§ Required action: Once the line containing "this.code = code;" is found in the entries below, reproduce it and every line after it, stopping at and including the line containing "addOneMonthSeconds, newObjectId, unixSeconds"; reproduce nothing else, and keep each line exact.

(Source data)
________
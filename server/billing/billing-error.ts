/**
 * Every failure of the billing layer, with a stable snake_case `code` and the HTTP status the API should
 * answer with, so a route can turn it into a problem without knowing the provider.
 */
export class BillingError extends Error {
  readonly code: string;
  readonly status: number;

  constructor(code: string, message: string, options: { status?: number; cause?: unknown } = {}) {
    super(message, { cause: options.cause });
    this.name = 'BillingError';
    this.code = code;
    this.status = options.status ?? 400;
  }
}

export function isBillingError(value: unknown): value is BillingError {
  return value instanceof BillingError;
}
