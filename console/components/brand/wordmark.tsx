import { cn } from '@console/utils/cn';

// The mark is an exponential sweep drawn as a trace: slow cycles on the left, fast on the right.
const MARK_SIZE = 32;
const chirpPath = (() => {
  const startX = 4;
  const endX = 28;
  const cycles = { start: 0.75, ratio: 11 };
  const steps = 160;
  const points: string[] = [];
  for (let step = 0; step <= steps; step += 1) {
    const t = step / steps;
    const rate = Math.log(cycles.ratio);
    const phase = (2 * Math.PI * cycles.start * (Math.exp(rate * t) - 1)) / rate;
    const envelope = 7.5 * (1 - 0.35 * t);
    const x = startX + (endX - startX) * t;
    const y = MARK_SIZE / 2 - envelope * Math.sin(phase);
    points.push(`${step === 0 ? 'M' : 'L'}${x.toFixed(2)} ${y.toFixed(2)}`);
  }
  return points.join(' ');
})();

export function SweeplineMark({ className }: { className?: string }) {
  return (
    <svg viewBox={`0 0 ${MARK_SIZE} ${MARK_SIZE}`} aria-hidden="true" className={cn('size-8 shrink-0', className)}>
      <rect x="0.5" y="0.5" width="31" height="31" rx="7" className="fill-ink-800 stroke-ink-600" />
      <line x1="4" y1="16" x2="28" y2="16" className="stroke-ink-600" strokeWidth="0.75" />
      <path d={chirpPath} fill="none" className="stroke-signal-400" strokeWidth="1.5" strokeLinecap="round" strokeLinejoin="round" />
    </svg>
  );
}

/** Mark plus name; `tone` picks the lettering colour for dark or light ground. */
export function Wordmark({ tone = 'light', className }: { tone?: 'light' | 'dark'; className?: string }) {
  return (
    <span className={cn('inline-flex items-center gap-2.5', className)}>
      <SweeplineMark />
      <span className={cn('text-lg leading-none tracking-tight', tone === 'light' ? 'text-white' : 'text-ink-900')}>
        <span className="font-extrabold">Sweep</span>
        <span className="font-medium">line</span>
      </span>
    </span>
  );
}
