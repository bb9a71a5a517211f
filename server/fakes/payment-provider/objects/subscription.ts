import { addOneMonthSeconds, newObjectId, unixSeconds } from '../ids';
import type { FakePrice } from './catalogue';
import type { ListObject } from './list';

export interface FakeSubscriptionItem {
  id: string;
  object: 'subscription_item';
  created: number;
  current_period_start: number;
  current_period_end: number;
  discounts: string[];
  metadata: Record<string, string>;
  price: FakePrice;
  quantity: number;
  subscription: string;
  tax_rates: [];
}

export type FakeSubscriptionStatus = 'active' | 'canceled' | 'past_due' | 'unpaid' | 'incomplete' | 'incomplete_expired' | 'trialing';

export interface FakeSubscription {
  id: string;
  object: 'subscription';
  application: null;
  billing_cycle_anchor: number;
  cancel_at: number | null;
  cancel_at_period_end: boolean;
  canceled_at: number | null;
  cancellation_details: { comment: string | null; feedback: string | null; reason: string | null };
  collection_method: 'charge_automatically';
  created: number;
  currency: string;
  customer: string;
  default_payment_method: string | null;
  description: string | null;
  discounts: string[];
  ended_at: number | null;
  items: ListObject<FakeSubscriptionItem> & { total_count: number };
  latest_invoice: string | null;
  livemode: false;
  metadata: Record<string, string>;
  start_date: number;
  status: FakeSubscriptionStatus;
  trial_end: null;
  trial_start: null;
}

export interface SubscriptionLine {
  price: FakePrice;
  quantity: number;
}

export function buildSubscriptionItem(subscriptionId: string, line: SubscriptionLine, periodStart: number): FakeSubscriptionItem {
  return {
    id: newObjectId('si'),
    object: 'subscription_item',
    created: periodStart,
    current_period_start: periodStart,
    current_period_end: addOneMonthSeconds(periodStart),
    discounts: [],
    metadata: {},
    price: line.price,
    quantity: line.quantity,
    subscription: subscriptionId,
    tax_rates: [],
  };
}

export function buildSubscription(customerId: string, lines: readonly SubscriptionLine[], metadata: Record<string, string>): FakeSubscription {
  const id = newObjectId('sub');
  const now = unixSeconds();
  const items = lines.map((line) => buildSubscriptionItem(id, line, now));
  return {
    id,
    object: 'subscription',
    application: null,
    billing_cycle_anchor: now,
    cancel_at: null,
    cancel_at_period_end: false,
    canceled_at: null,
    cancellation_details: { comment: null, feedback: null, reason: null },
    collection_method: 'charge_automatically',
    created: now,
    currency: lines[0]?.price.currency ?? 'eur',
    customer: customerId,
    default_payment_method: newObjectId('pm'),
    description: null,
    discounts: [],
    ended_at: null,
    items: { object: 'list', data: items, has_more: false, total_count: items.length, url: `/v1/subscription_items?subscription=${id}` },
    latest_invoice: null,
    livemode: false,
    metadata,
    start_date: now,
    status: 'active',
    trial_end: null,
    trial_start: null,
  };
}
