import Stripe from 'stripe';
import { BillingError } from './billing-error';
import { LOCAL_FAKE_SECRET_KEY, type BillingConfig } from './billing-config';

const REQUEST_TIMEOUT_MS = 20_000;
const MAX_NETWORK_RETRIES = 2;
const LOOPBACK_HOSTS = new Set(['127.0.0.1', 'localhost', '::1', '[::1]']);

/**
 * The provider's official SDK, configured. Without a real key it is pointed at the local fake (which must be
 * on loopback); with a real key it talks to the provider unless `apiBaseUrl` overrides the address.
 */
export function createBillingClient(config: BillingConfig): Stripe {
  const usesLocalFake = !config.secretKey || config.secretKey === LOCAL_FAKE_SECRET_KEY;
  if (usesLocalFake && !config.apiBaseUrl) {
    throw new BillingError('billing_not_configured', 'Without a payment provider key, the address of the local fake (PAYMENTS_API_BASE) is required.', {
      status: 500,
    });
  }
  const address = config.apiBaseUrl ? parseApiBaseUrl(config.apiBaseUrl) : undefined;
  if (usesLocalFake && !LOOPBACK_HOSTS.has(address?.host ?? '')) {
    throw new BillingError('billing_not_configured', 'The local payment fake is reached on loopback only; set a real key to use another address.', {
      status: 500,
    });
  }
  return new Stripe(config.secretKey ?? LOCAL_FAKE_SECRET_KEY, {
    ...address,
    maxNetworkRetries: MAX_NETWORK_RETRIES,
    timeout: REQUEST_TIMEOUT_MS,
    telemetry: false,
    appInfo: { name: 'Sweepline' },
  });
}

function parseApiBaseUrl(apiBaseUrl: string): { host: string; port: number; protocol: 'http' | 'https' } {
  let url: URL;
  try {
    url = new URL(apiBaseUrl);
  } catch (cause) {
    throw new BillingError('billing_not_configured', `The payment API address "${apiBaseUrl}" is not a URL.`, { status: 500, cause });
  }
  if (url.protocol !== 'http:' && url.protocol !== 'https:') {
    throw new BillingError('billing_not_configured', 'The payment API address must be http:// or https://.', { status: 500 });
  }
  if (url.pathname !== '/' && url.pathname !== '') {
    throw new BillingError('billing_not_configured', 'The payment API address is an origin only (the SDK adds /v1/…).', { status: 500 });
  }
  const protocol = url.protocol === 'https:' ? 'https' : 'http';
  return { host: url.hostname, port: url.port ? Number(url.port) : protocol === 'https' ? 443 : 80, protocol };
}
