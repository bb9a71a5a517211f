/** Our plan ids. "bench" is free and needs no subscription; the others are paid monthly. */
export const PLAN_IDS = ['bench', 'line', 'plant'] as const;
export type PlanId = (typeof PLAN_IDS)[number];
export type PaidPlanId = Exclude<PlanId, 'bench'>;

export const FREE_PLAN_ID: PlanId = 'bench';

export interface PlanLimits {
  analysesPerMonth: number;
  /** Audio analysed per month, summed over captures (a 2 s sweep counts 2 s whatever its channel count). */
  audioMinutesPerMonth: number;
  /** Captures, stimuli and results kept, in bytes (decimal: 1 GB = 10^9 bytes). */
  storageBytes: number;
  /** Per API key. */
  requestsPerMinute: number;
  /** Each upload limit is checked on its own; a file must pass all of them. */
  maxUploadBytes: number;
  maxUploadDurationSeconds: number;
  maxUploadChannels: number;
  maxUploadSampleRateHz: number;
}

export interface Plan {
  id: PlanId;
  name: string;
  summary: string;
  /** Price per month in minor units (cents) of `currency`; 0 for the free plan. */
  monthlyPriceMinor: number;
  /** ISO 4217, lower case as the payment provider writes it. */
  currency: 'eur';
  /**
   * How the monthly price is found at the payment provider (a price "lookup key"), so the same code works
   * against the local fake and a real account without configuring price ids.
   */
  priceLookupKey: string;
  limits: PlanLimits;
}

const GB = 1e9;

export const PLANS: Record<PlanId, Plan> = {
  bench: {
    id: 'bench',
    name: 'Bench',
    summary: 'For evaluating Sweepline on one bench rig.',
    monthlyPriceMinor: 0,
    currency: 'eur',
    priceLookupKey: 'sweepline_bench_monthly',
    limits: {
      analysesPerMonth: 200,
      audioMinutesPerMonth: 60,
      storageBytes: 1 * GB,
      requestsPerMinute: 60,
      maxUploadBytes: 64 * 1e6,
      maxUploadDurationSeconds: 60,
      maxUploadChannels: 2,
      maxUploadSampleRateHz: 96_000,
    },
  },
  line: {
    id: 'line',
    name: 'Line',
    summary: 'For a lab or a production line with several rigs.',
    monthlyPriceMinor: 29_000,
    currency: 'eur',
    priceLookupKey: 'sweepline_line_monthly',
    limits: {
      analysesPerMonth: 20_000,
      audioMinutesPerMonth: 6_000,
      storageBytes: 100 * GB,
      requestsPerMinute: 600,
      maxUploadBytes: 256 * 1e6,
      maxUploadDurationSeconds: 600,
      maxUploadChannels: 8,
      maxUploadSampleRateHz: 192_000,
    },
  },
  plant: {
    id: 'plant',
    name: 'Plant',
    summary: 'For several production lines and sites.',
    monthlyPriceMinor: 149_000,
    currency: 'eur',
    priceLookupKey: 'sweepline_plant_monthly',
    limits: {
      analysesPerMonth: 200_000,
      audioMinutesPerMonth: 60_000,
      storageBytes: 1_000 * GB,
      requestsPerMinute: 3_000,
      maxUploadBytes: 1_000 * 1e6,
      maxUploadDurationSeconds: 1_800,
      maxUploadChannels: 32,
      maxUploadSampleRateHz: 384_000,
    },
  },
};

export function isPlanId(value: unknown): value is PlanId {
  return typeof value === 'string' && (PLAN_IDS as readonly string[]).includes(value);
}

export function isPaidPlanId(value: unknown): value is PaidPlanId {
  return isPlanId(value) && PLANS[value].monthlyPriceMinor > 0;
}

export function planById(planId: PlanId): Plan {
  return PLANS[planId];
}

export function planByPriceLookupKey(lookupKey: string | null | undefined): Plan | undefined {
  return Object.values(PLANS).find((plan) => plan.priceLookupKey === lookupKey);
}
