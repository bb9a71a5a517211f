/** The provider's list envelope. */
export interface ListObject<T> {
  object: 'list';
  data: T[];
  has_more: boolean;
  url: string;
}

const DEFAULT_PAGE_SIZE = 10;
const MAX_PAGE_SIZE = 100;

/** Newest first, cursor by `starting_after` (an id in the previous page), as the provider pages lists. */
export function pageOf<T extends { id: string; created: number }>(
  items: readonly T[],
  url: string,
  options: { limit?: number; startingAfter?: string },
): ListObject<T> {
  const ordered = items
    .map((item, index) => ({ item, index }))
    .sort((a, b) => b.item.created - a.item.created || b.index - a.index)
    .map(({ item }) => item);
  const limit = Math.min(Math.max(1, options.limit ?? DEFAULT_PAGE_SIZE), MAX_PAGE_SIZE);
  const start = options.startingAfter ? ordered.findIndex((item) => item.id === options.startingAfter) + 1 : 0;
  const data = ordered.slice(start, start + limit);
  return { object: 'list', data, has_more: start + limit < ordered.length, url };
}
________
§ Exercise answer:
    this.code = code;
    this.status = options.status ?? 400;
  }
}

export function isBillingError(value: unknown): value is BillingError {
  return value instanceof BillingError;
}
filename console/components/brand/wordmark.tsx
import { cn } from '@console/utils/cn';

// The mark is an exponential sweep drawn as a trace: slow cycles on the left, fast on the right.
const MARK_SIZE = 32;
const chirpPath = (() => {
  const startX = 4;
  const endX = 28;
  const cycles = { start: 0.75, ratio: 11 };
  const steps = 160;
  const points: string[] = [];
  for (let step = 0; step <= steps; step += 1) {
    const t = step / steps;
    const rate = Math.log(cycles.ratio);
    const phase = (2 * Math.PI * cycles.start * (Math.exp(rate * t) - 1)) / rate;
    const envelope = 7.5 * (1 - 0.35 * t);
    const x = startX + (endX - startX) * t;
    const y = MARK_SIZE / 2 - envelope * Math.sin(phase);
    points.push(`${step === 0 ? 'M' : 'L'}${x.toFixed(2)} ${y.toFixed(2)}`);
  }
  return points.join(' ');
})();

export function SweeplineMark({ className }: { className?: string }) {
  return (
    <svg viewBox={`0 0 ${MARK_SIZE} ${MARK_SIZE}`} aria-hidden="true" className={cn('size-8 shrink-0', className)}>
      <rect x="0.5" y="0.5" width="31" height="31" rx="7" className="fill-ink-800 stroke-ink-600" />
      <line x1="4" y1="16" x2="28" y2="16" className="stroke-ink-600" strokeWidth="0.75" />
      <path d={chirpPath} fill="none" className="stroke-signal-400" strokeWidth="1.5" strokeLinecap="round" strokeLinejoin="round" />
    </svg>
  );
}

/** Mark plus name; `tone` picks the lettering colour for dark or light ground. */
export function Wordmark({ tone = 'light', className }: { tone?: 'light' | 'dark'; className?: string }) {
  return (
    <span className={cn('inline-flex items-center gap-2.5', className)}>
      <SweeplineMark />
      <span className={cn('text-lg leading-none tracking-tight', tone === 'light' ? 'text-white' : 'text-ink-900')}>
        <span className="font-extrabold">Sweep</span>
        <span className="font-medium">line</span>
      </span>
    </span>
  );
}
repository bb9a71a5a517211f
filename server/fakes/payment-provider/objects/subscription.ts
import { addOneMonthSeconds, newObjectId, unixSeconds } from '../ids';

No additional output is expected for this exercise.